Skip to content

Lexical Analysis

Lexical Analysis

Encoding

All Nim source files are in the UTF-8 encoding (or its ASCII subset). Other encodings are not supported. Any of the standard platform line termination sequences can be used - the Unix form using ASCII LF (linefeed), the Windows form using the ASCII sequence CR LF (return followed by linefeed), or the old Macintosh form using the ASCII CR (return) character. All of these forms can be used equally, regardless of the platform.

Indentation

Nim\'s standard grammar describes an indentation sensitive language. This means that all the control structures are recognized by indentation. Indentation consists only of spaces; tabulators are not allowed.

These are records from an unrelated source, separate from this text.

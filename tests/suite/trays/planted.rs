//! Trays with faults in known places.

use std::{collections::HashSet, sync::Arc};

use molkin_relate::{
    samples::{Cause, Measurement, Sample, Tolerance, Verdict, Well},
    wire::Prepared,
};
use molkin_tests::Numbers;

use super::pool::Pool;

/// Rows and columns of a plate.
const ROWS: usize = 8;
const COLUMNS: usize = 12;

/// What trays of a sort are like.
#[derive(Debug, Clone, Copy, PartialEq, Eq)]
pub(super) enum Setting {
    /// Both structures of every sample.
    Structures,
    /// One fault on top of another, or beside it.
    TwoFaults,
    /// A fifth of what came has no structure.
    Missing,
    /// The same, and every sample is measured.
    MissingMeasured,
    /// No structure of what came, only masses.
    MassOnly,
    /// All compounds have one formula.
    Isomers,
    /// Labels that occur two or three times.
    Duplicates,
}

impl Setting {
    pub(super) const ALL: [Self; 7] = [
        Self::Structures,
        Self::TwoFaults,
        Self::Missing,
        Self::MissingMeasured,
        Self::MassOnly,
        Self::Isomers,
        Self::Duplicates,
    ];
}

/// A sort of fault.
#[derive(Debug, Clone, Copy, PartialEq, Eq, PartialOrd, Ord)]
pub(super) enum Sort {
    Swap,
    Cycle,
    Shift,
    Neighbour,
    SeveralLabels,
    Isomer,
    Mirror,
    Form,
    Foreign,
    Mass,
}

impl Sort {
    pub(super) const ALL: [Self; 10] = [
        Self::Swap,
        Self::Cycle,
        Self::Shift,
        Self::Neighbour,
        Self::SeveralLabels,
        Self::Isomer,
        Self::Mirror,
        Self::Form,
        Self::Foreign,
        Self::Mass,
    ];

    /// The cause that tells it, where more than the verdict on its sample is to be found.
    pub(super) fn cause(self) -> Option<Cause> {
        match self {
            Self::Swap => Some(Cause::Swap),
            Self::Cycle => Some(Cause::Cycle),
            Self::Shift => Some(Cause::Shift),
            Self::Neighbour => Some(Cause::Neighbour),
            Self::SeveralLabels => Some(Cause::OneStructureSeveralLabels),
            _ => None,
        }
    }

    /// The verdict that it leads to by structures.
    pub(super) fn verdict(self) -> Option<Verdict> {
        match self {
            Self::Isomer => Some(Verdict::Isomer),
            Self::Mirror => Some(Verdict::StereoDiffers),
            Self::Form => Some(Verdict::AgreesButForm),
            _ => None,
        }
    }
}

/// What is in a vial.
#[derive(Debug, Clone, Copy, PartialEq, Eq)]
pub(super) enum Held {
    Compound(usize),
    Mirror(usize),
    Salt(usize),
}

impl Held {
    fn compound(self) -> usize {
        match self {
            Self::Compound(at) | Self::Mirror(at) | Self::Salt(at) => at,
        }
    }
}

/// A fault that was planted.
#[derive(Debug)]
pub(super) struct Fault {
    pub(super) sort: Sort,
    pub(super) samples: Vec<usize>,
}

/// A tray.
pub(super) struct Planted {
    pub(super) samples: Vec<Sample>,
    pub(super) faults: Vec<Fault>,
    /// Samples whose records show that something is wrong.
    pub(super) detectable: HashSet<usize>,
    /// Samples that were left alone.
    pub(super) sound: HashSet<usize>,
}

struct Maker<'p> {
    pool: &'p Pool,
    numbers: Numbers,
    labels: Vec<usize>,
    held: Vec<Held>,
    /// What is added to measured m/z.
    off: Vec<f64>,
    taken: HashSet<usize>,
    faults: Vec<Fault>,
}

/// The tray of a seed.
pub(super) fn plant(pool: &Pool, setting: Setting, sort: Sort, seed: u64) -> Planted {
    let mut numbers = Numbers::new(seed);
    let labels = labels(pool, setting, &mut numbers);
    let mut maker = Maker {
        held: labels.iter().map(|&label| Held::Compound(label)).collect(),
        off: vec![0.0; labels.len()],
        taken: HashSet::new(),
        faults: Vec::new(),
        pool,
        numbers,
        labels,
    };
    maker.add(sort);
    if setting == Setting::TwoFaults {
        match maker.numbers.coin() {
            true => {
                let other = Sort::ALL[maker.numbers.below(Sort::ALL.len())];
                maker.add(other);
            }
            false => maker.spoil(),
        }
    }
    maker.finish(setting)
}

fn labels(pool: &Pool, setting: Setting, numbers: &mut Numbers) -> Vec<usize> {
    if setting == Setting::Isomers {
        let large = pool.isomers.iter().filter(|list| list.len() >= 9);
        let large: Vec<&Vec<usize>> = large.collect();
        let mut list = large[numbers.below(large.len())].clone();
        numbers.shuffle(&mut list);
        // Some isomers stay off the tray.
        list.truncate((list.len() - 2).min(ROWS * COLUMNS));
        return list;
    }
    let order = numbers.order(pool.compounds.len());
    let mut list: Vec<usize> = order.into_iter().map(|at| at as usize).collect();
    list.truncate(ROWS * COLUMNS);
    if setting == Setting::Duplicates {
        for _ in 0..12 {
            let (from, to) = (numbers.below(list.len()), numbers.below(list.len()));
            list[to] = list[from];
        }
    }
    list
}

impl Maker<'_> {
    /// So many samples that nothing was done to yet, of different compounds.
    fn choose(&mut self, count: usize) -> Vec<usize> {
        let mut chosen: Vec<usize> = Vec::new();
        let order = self.numbers.order(self.labels.len());
        for sample in order.into_iter().map(|at| at as usize) {
            let fresh = !self.taken.contains(&sample);
            let label = self.labels[sample];
            if chosen.len() < count && fresh && chosen.iter().all(|&c| self.labels[c] != label) {
                chosen.push(sample);
            }
        }
        chosen
    }

    fn plant(&mut self, sort: Sort, samples: Vec<usize>) {
        self.taken.extend(&samples);
        self.faults.push(Fault { sort, samples });
    }

    /// A compound that is on no label.
    fn foreign(&mut self) -> usize {
        loop {
            let at = self.numbers.below(self.pool.compounds.len());
            if !self.labels.contains(&at) {
                return at;
            }
        }
    }

    fn add(&mut self, sort: Sort) {
        match sort {
            Sort::Swap => {
                let samples = self.choose(2);
                self.rotate(Sort::Swap, samples);
            }
            Sort::Cycle => {
                let length = 3 + self.numbers.below(4);
                let samples = self.choose(length);
                self.rotate(Sort::Cycle, samples);
            }
            Sort::Shift => self.shift(),
            Sort::Neighbour => {
                let chosen = self.choose(self.labels.len());
                let beside =
                    |&sample: &usize| sample % COLUMNS > 0 && !self.taken.contains(&(sample - 1));
                let chosen = chosen.into_iter().find(beside);
                let Some(sample) = chosen.filter(|&s| self.labels[s] != self.labels[s - 1]) else {
                    return;
                };
                self.held[sample] = Held::Compound(self.labels[sample - 1]);
                self.taken.insert(sample - 1);
                self.plant(sort, vec![sample]);
            }
            Sort::SeveralLabels => {
                let samples = self.choose(3);
                let foreign = Held::Compound(self.foreign());
                samples
                    .iter()
                    .for_each(|&sample| self.held[sample] = foreign);
                self.plant(sort, samples);
            }
            Sort::Isomer | Sort::Mirror | Sort::Form | Sort::Foreign | Sort::Mass => {
                self.single(sort);
            }
        }
    }

    /// Each of the samples gets what the one before held.
    fn rotate(&mut self, sort: Sort, samples: Vec<usize>) {
        let mut held: Vec<Held> = samples.iter().map(|&sample| self.held[sample]).collect();
        held.rotate_right(1);
        for (&sample, held) in samples.iter().zip(held) {
            self.held[sample] = held;
        }
        self.plant(sort, samples);
    }

    fn shift(&mut self) {
        let count = self.labels.len();
        let row = self.numbers.below(count.div_ceil(COLUMNS));
        let line: Vec<usize> = match self.numbers.coin() && count == ROWS * COLUMNS {
            true => {
                let column = self.numbers.below(COLUMNS);
                (0..ROWS).map(|row| row * COLUMNS + column).collect()
            }
            false => (row * COLUMNS..count.min((row + 1) * COLUMNS)).collect(),
        };
        let fresh = line.iter().all(|sample| !self.taken.contains(sample));
        if line.len() < 5 || !fresh {
            return;
        }
        let mut line = line;
        if self.numbers.coin() {
            line.reverse();
        }
        // All along, or from some place on.
        let start = if self.numbers.coin() {
            0
        } else {
            self.numbers.below(line.len() - 4)
        };
        let line = line.split_off(start);
        let first = line[0];
        let foreign = Held::Compound(self.foreign());
        let goes_round = self.numbers.coin();
        self.rotate(Sort::Shift, line);
        if !goes_round {
            self.held[first] = foreign;
        }
    }

    fn single(&mut self, sort: Sort) {
        let samples = self.choose(self.labels.len());
        for sample in samples {
            let label = self.labels[sample];
            let compound = &self.pool.compounds[label];
            let isomer = compound.formula.and_then(|formula| {
                let list = &self.pool.isomers[formula];
                list.iter()
                    .copied()
                    .find(|other| !self.labels.contains(other))
            });
            let held = match sort {
                Sort::Isomer => isomer.map(Held::Compound),
                Sort::Mirror => compound.mirror.as_ref().map(|_| Held::Mirror(label)),
                Sort::Form => Some(Held::Salt(label)),
                Sort::Foreign => Some(Held::Compound(self.foreign())),
                _ => Some(Held::Compound(label)),
            };
            if let Some(held) = held {
                self.held[sample] = held;
                if sort == Sort::Mass {
                    self.off[sample] = 5.0 + self.numbers.below(90) as f64;
                }
                return self.plant(sort, vec![sample]);
            }
        }
    }

    /// Puts another compound, or its mirror image, in the place of one that is in the wrong vial already.
    fn spoil(&mut self) {
        let samples = self.faults.iter().flat_map(|fault| fault.samples.clone());
        let samples: Vec<usize> = samples.collect();
        if samples.len() < 2 {
            return self.add(Sort::Foreign);
        }
        let sample = samples[self.numbers.below(samples.len())];
        for fault in &mut self.faults {
            // It has no part in what the others still have in common.
            if fault.sort == Sort::SeveralLabels {
                fault.samples.retain(|&other| other != sample);
            }
        }
        let held = self.held[sample].compound();
        self.held[sample] = match self.pool.compounds[held].mirror {
            Some(_) => Held::Mirror(held),
            None => Held::Compound(self.foreign()),
        };
    }

    fn record(&self, held: Held) -> Arc<Prepared> {
        let compound = &self.pool.compounds[held.compound()];
        let record = match held {
            Held::Compound(_) => Some(&compound.record),
            Held::Mirror(_) => compound.mirror.as_ref(),
            Held::Salt(_) => Some(&compound.salt),
        };
        Arc::clone(record.unwrap())
    }

    fn finish(mut self, setting: Setting) -> Planted {
        let mut samples = Vec::new();
        let (mut detectable, mut sound) = (HashSet::new(), HashSet::new());
        let measured_all = matches!(setting, Setting::MassOnly | Setting::MissingMeasured);
        for at in 0..self.labels.len() {
            let missing = match setting {
                Setting::Missing | Setting::MissingMeasured => self.numbers.below(5) == 0,
                Setting::MassOnly => true,
                _ => false,
            };
            let measured = measured_all || self.off[at] > 0.0 || self.numbers.below(4) == 0;
            let measured = measured && (measured_all || !missing || setting != Setting::Missing);
            let (label, held) = (self.labels[at], self.held[at]);
            let error = 1.0 + (self.numbers.below(5) as f64 - 2.0) * 1e-6;
            let mz = (self.pool.compounds[held.compound()].mz + self.off[at]) * error;
            let differs = held != Held::Compound(label);
            let heavier = (self.pool.compounds[label].mz - mz).abs() > mz * 10e-6;
            if !missing && differs || measured && heavier {
                detectable.insert(at);
            }
            if !differs && self.off[at] == 0.0 {
                sound.insert(at);
            }
            let well = Well {
                row: (at / COLUMNS) as u16,
                column: (at % COLUMNS) as u16,
            };
            samples.push(Sample {
                line: at as u32 + 2,
                id: format!("S{at}"),
                well: well.to_string(),
                label: Some(self.record(Held::Compound(label))),
                received: (!missing).then(|| self.record(held)),
                measurement: measured.then(|| Measurement {
                    mz,
                    adduct: "[M+H]+".parse().ok(),
                    tolerance: Tolerance::default(),
                }),
                ..Sample::default()
            });
        }
        Planted {
            samples,
            faults: self.faults,
            detectable,
            sound,
        }
    }
}
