const whiteChecks: readonly OutsideCheck[] = [
  ...(
    [
      ['one pump', 1, 1, 15.2],
      ['two in parallel', 2, 1, 16.3],
    ] as const
  ).map(
    ([what, count, inSeries, printed]): OutsideCheck => ({
      what: `Flow of ${what}`,
      kind: 'from memory',
      source: WHITE,
      printed,
      unit: '1000 gpm',
      ours: () => thousands(count, inSeries),
      allowed: 0.01 * printed,
      why: '1 %: remembered as about',
    }),
  ),
  {
    what: 'Friction of the pipe',
    kind: 'closed form',
    source: `${WHITE}; ${BY_HAND}`,
    printed: 1.3344,
    unit: 'ft/(1000 gpm)²',
    ours: () => fixedFactor(1000 * GPM, [1500, 16, 0.03]) / FOOT,
    allowed: 0.0012,
    why: G_ROUNDED,
  },
  ...(
    [
      ['one pump', 1, 1, 15.234],
      ['two in parallel', 2, 1, 16.26],
      ['two in series', 1, 2, 21.535],
    ] as const
  ).map(
    ([what, count, inSeries, printed]): OutsideCheck => ({
      what: `Flow of ${what}, with that friction`,
      kind: 'closed form',
      source: `${WHITE}; ${BY_HAND}`,
      printed,
      unit: '1000 gpm',
      ours: () => thousands(count, inSeries),
      allowed: halfDigit(3),
      why: WORKED,
    }),
  ),
];

const textbookChecks: readonly OutsideCheck[] = [
  {
    what: 'Friction of the two pipes in series',
    kind: 'closed form',
    source: `${TEXTBOOK}; ${BY_HAND}`,
    printed: 26.351,
    unit: 'ft/cfs²',
    ours: () => fixedFactor(CFS, [90, 10, 0.022], [4900, 8, 0.028]) / FOOT,
    allowed: 0.0225,
    why: G_ROUNDED,
  },
  ...(
    [
      ['one pump', 1, 1, 1.272, 332.64],
      ['two in series', 1, 2, 2.5752, 464.74],
      ['two in parallel', 2, 1, 1.5467, 353.04],
    ] as const
  ).flatMap(([what, count, inSeries, cfs, feet]): OutsideCheck[] => [
    {
      what: `Flow of ${what}, with that friction`,
      kind: 'closed form',
      source: `${TEXTBOOK}; ${BY_HAND}`,
      printed: cfs,
      unit: 'cfs',
      ours: () => together(textbook(count, inSeries)).flow / CFS,
      allowed: halfDigit(4),
      why: WORKED,
    },
    {
      what: `Head of ${what}, with that friction`,
      kind: 'closed form',
      source: `${TEXTBOOK}; ${BY_HAND}`,
      printed: feet,
      unit: 'ft',
      ours: () => headOf(textbook(count, inSeries)) / FOOT,
      allowed: halfDigit(2),
      why: WORKED,
    },
  ]),
];

const CHIN = 'D. A. Chin, Water-Resources Engineering, example 2.13: pumps of 12 − 0.10·Q²; the curves by algebra';
const chin = (staticHead: number, pump: object) =>
  stationOf({ flow: 'm3/s', head: 'm', power: 'kW' }, against(staticHead), [
    { name: 'P', curve: { shutoffHead: 12, shape: 0.1, bestFlow: 6, bestEfficiency: 0.8 }, motor: LOSSLESS, ...pump },
  ]);

const chinChecks: readonly OutsideCheck[] = [
  {
    what: 'Head of three in series at 5 m³/s, by 36 − 0.30·Q²',
    kind: 'closed form',
    source: CHIN,
    printed: 28.5,
    unit: 'm',
    ours: () => chin(1, { inSeries: 3 }).duty[0]!.head(5, 1),
    allowed: 1e-9,
    why: 'exact but for rounding',
  },
  {
    what: 'Flow of three in parallel at 9 m, by 12 − 0.0111·Q²',
    kind: 'closed form',
    source: CHIN,
    printed: 16.44,
    unit: 'm³/s',
    ours: () => together(chin(9, { count: 3 })).flow,
    allowed: 0.015,
    why: 'half of the last digit of 0.0111 (0.1/9), and of the flow',
  },
];

/** Section 0 of any textbook: h = 30 − 0.003·q² on 12 + 0.001·Q², L/s and m. */
const plain = (count: number, inSeries: number, staticHead = 12) =>
  stationOf(SI, { staticHead, friction: { coefficient: 0.001 } }, [
    {
      name: 'P',
      count,
      inSeries,
      curve: { shutoffHead: 30, shape: 0.003, bestFlow: 60, bestEfficiency: 0.8 },
      motor: LOSSLESS,
    },
  ]);

/** A train of two makes. */
const train = () => {
  const machine = (shutoffHead: number, shape: number) => ({
    curve: { shutoffHead, shape, bestFlow: 60, bestEfficiency: 0.8 },
    motor: LOSSLESS,
  });
  const system = { staticHead: 25, friction: { coefficient: 0.001 } };
  return stationOf(SI, system, [{ name: 'T', train: [machine(30, 0.003), machine(20, 0.002)] }]);
};

const closedForms: readonly OutsideCheck[] = [
  ...[1, 2, 3, 5].map(
    (n): OutsideCheck => ({
      what: `Flow of n equal pumps in parallel, n = ${n}`,
      kind: 'closed form',
      source: 'Q = √((H0 − H_st)/(k + a/n²)) with H0 = 30, a = 0.003, H_st = 12, k = 0.001 (L/s, m)',
      printed: Math.sqrt(18 / (0.001 + 0.003 / n ** 2)),
      unit: 'L/s',
      ours: () => together(plain(n, 1)).flow / LITRE,
      allowed: 1e-9,
      why: 'exact but for rounding',
    }),
  ),
  ...[2, 3].map(
    (n): OutsideCheck => ({
      what: `Flow of n equal pumps in series, n = ${n}`,
      kind: 'closed form',
      source: 'Q = √((n·H0 − H_st)/(k + n·a)) with H0 = 30, a = 0.003, H_st = 45, k = 0.001 (L/s, m)',
      printed: Math.sqrt((30 * n - 45) / (0.001 + 0.003 * n)),
      unit: 'L/s',
      ours: () => together(plain(1, n, 45)).flow / LITRE,
      allowed: 1e-9,
      why: 'exact but for rounding',
    }),
  ),
  {
    what: 'Flow of two different pumps in series',
    kind: 'closed form',
    source:
      'Q = √((H1 + H2 − H_st)/(k + a1 + a2)) with H1 = 30, a1 = 0.003, H2 = 20, a2 = 0.002, H_st = 25, k = 0.001 (L/s, m)',
    printed: Math.sqrt((30 + 20 - 25) / (0.001 + 0.003 + 0.002)),
    unit: 'L/s',
    ours: () => together(train()).flow / LITRE,
    allowed: 1e-9,
    why: 'exact but for rounding',
  },
  {
    what: 'Firm capacity of three equal pumps',
    kind: 'closed form',
    source: 'flow of two of them, Q = √((H0 − H_st)/(k + a/4)), same figures',
    printed: Math.sqrt(18 / (0.001 + 0.003 / 4)),
    unit: 'L/s',
    ours: () => firm(plain(3, 1)) / LITRE,
    allowed: 1e-9,
    why: 'exact but for rounding',
  },
];

/** Three pumps of which two carry 100 and one alone 60: with r = k/a, (r + 1)/(r + 1/4) = (100/60)². */
const military = () => {
  const r = (1 - (100 / 60) ** 2 / 4) / ((100 / 60) ** 2 - 1);
  const shape = (30 - 12) / 60 ** 2 / (1 + r);
  return stationOf(SI, { staticHead: 12, friction: { coefficient: r * shape } }, [
    { name: 'P', count: 3, curve: { shutoffHead: 30, shape, bestFlow: 60, bestEfficiency: 0.8 }, motor: LOSSLESS },
  ]);
};

const firmChecks: readonly OutsideCheck[] = [
  {
    what: 'Firm capacity of three pumps on a system where one alone gives 60 % of the peak',
    kind: 'published',
    source: 'US Army, TM 5-813-9 (1992), three-pump station: any two carry 100 %, one alone 60 %',
    printed: 100,
    unit: '%',
    ours: () => (60 * firm(military())) / together(military(), 1).flow,
    allowed: 1e-9,
    why: 'friction chosen to give the 60 %; then exact but for rounding',
  },
];

const TIP_SHEET_8 =
  'US Department of Energy, Pumping Systems Tip Sheet #8, Optimize Parallel Pumping Systems, October 2006';

/** Its pump through the two points remembered, on a system of 100 ft of lift through the first of them. */
const tipSheet = (() => {
  const points = [
    { flow: 0, head: 172.46, efficiency: 0 },
    { flow: 1250, head: 159, efficiency: 0.8 },
    { flow: 2000, head: 138, efficiency: 0.9 },
    { flow: 2300, head: 126.9, efficiency: 0.87 },
  ];
  const system = { staticHead: 100, friction: { points: [{ flow: 2000, head: 138 }] } };
  return stationOf(US, system, [{ name: 'P', count: 2, curve: { points }, motor: { efficiency: 0.94 } }], {
    liquid: { density: 998.2 },
  });
})();
const kwhPerMillionGallons = (count: number) => {
  const { power, flow } = together(tipSheet, count);
  return (energyKwh(power, 1) / flow) * 1e6 * US_GALLON;
};

const tipSheetChecks = (
  [
    ['Flow of one pump', 2000, 'gpm', () => together(tipSheet, 1).flow / GPM],
    ['Head of one pump', 138, 'ft', () => headOf(tipSheet, 1) / FOOT],
    ['Electric power of one pump', 61.4, 'kW', () => together(tipSheet, 1).power / 1000],
    ['Energy per million US gallons of one pump', 512, 'kWh', () => kwhPerMillionGallons(1)],
    ['Flow of two pumps', 2500, 'gpm', () => together(tipSheet, 2).flow / GPM],
    ['Head of two pumps', 159, 'ft', () => headOf(tipSheet, 2) / FOOT],
    ['Electric power of two pumps', 99.6, 'kW', () => together(tipSheet, 2).power / 1000],
    ['Energy per million US gallons of two pumps', 664, 'kWh', () => kwhPerMillionGallons(2)],
    [
      'Power of two pumps over that of one',
      1.622,
      '–',
      () => together(tipSheet, 2).power / together(tipSheet, 1).power,
    ],
  ] as const
).map(
  ([what, printed, unit, ours]): OutsideCheck => ({
    what,
    kind: 'from memory',
    source: TIP_SHEET_8,
    printed,
    unit,
    ours,
    allowed: 0.005 * printed,
    why: '0.5 %: three figures are printed, and the curve beyond its two points is not',
  }),
);

const munson = stationOf(
  US,
  {
    staticHead: 10,
    friction: { pipes: [{ length: 0, diameter: 6, roughness: 0, minorLoss: (0.02 * 200) / 0.5 + 0.5 + 1.5 + 1 }] },
  },
  [
    {
      name: 'P',
      curve: { shutoffHead: 90, operatingPoint: { flow: 1600, head: 66.5 }, bestFlow: 1600, bestEfficiency: 0.84 },
      motor: LOSSLESS,
    },
  ],
  { liquid: { density: 998.2 } },
);
const MUNSON =
  'B. R. Munson, D. F. Young and T. H. Okiishi, Fundamentals of Fluid Mechanics, example 12.4 (inputs read)';

const munsonChecks = (
  [
    ['Flow of its pump of 66.5 ft at 1600 gpm on 200 ft of 6 in', 1600, 'gpm', () => together(munson).flow / GPM, 8],
    ['Head there', 66.5, 'ft', () => headOf(munson) / FOOT, 0.33],
    ['Shaft power there, at 84 %', 32, 'hp', () => together(munson).power / 745.7, 0.5],
  ] as const
).map(
  ([what, printed, unit, ours, allowed]): OutsideCheck => ({
    what,
    kind: 'from memory',
    source: MUNSON,
    printed,
    unit,
    ours,
    allowed,
    why: '0.5 %: read off a graph; the power half of its last digit',
  }),
);

/** Several pumps at once: in parallel, equal and different, and in series. */
export const PARALLEL: readonly OutsideCheck[] = [
  ...different,
  ...equal,
  ...graph,
  ...whiteChecks,
  ...textbookChecks,
  ...chinChecks,
  ...tipSheetChecks,
  ...munsonChecks,
  ...closedForms,
  ...firmChecks,
];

The indentation handling is implemented as follows: The lexer annotates the following token with the preceding number of spaces; indentation is not a separate token. This trick allows parsing of Nim with only 1 token of lookahead.

The parser uses a stack of indentation levels: the stack consists of integers counting the spaces. The indentation information is queried at strategic places in the parser but ignored otherwise: The pseudo-terminal IND{>} denotes an indentation that consists of more spaces than the entry at the top of the stack; IND{=} an indentation that has the same number of spaces. DED is another pseudo terminal that describes the action of popping a value from the stack, IND{>} then implies to push onto the stack.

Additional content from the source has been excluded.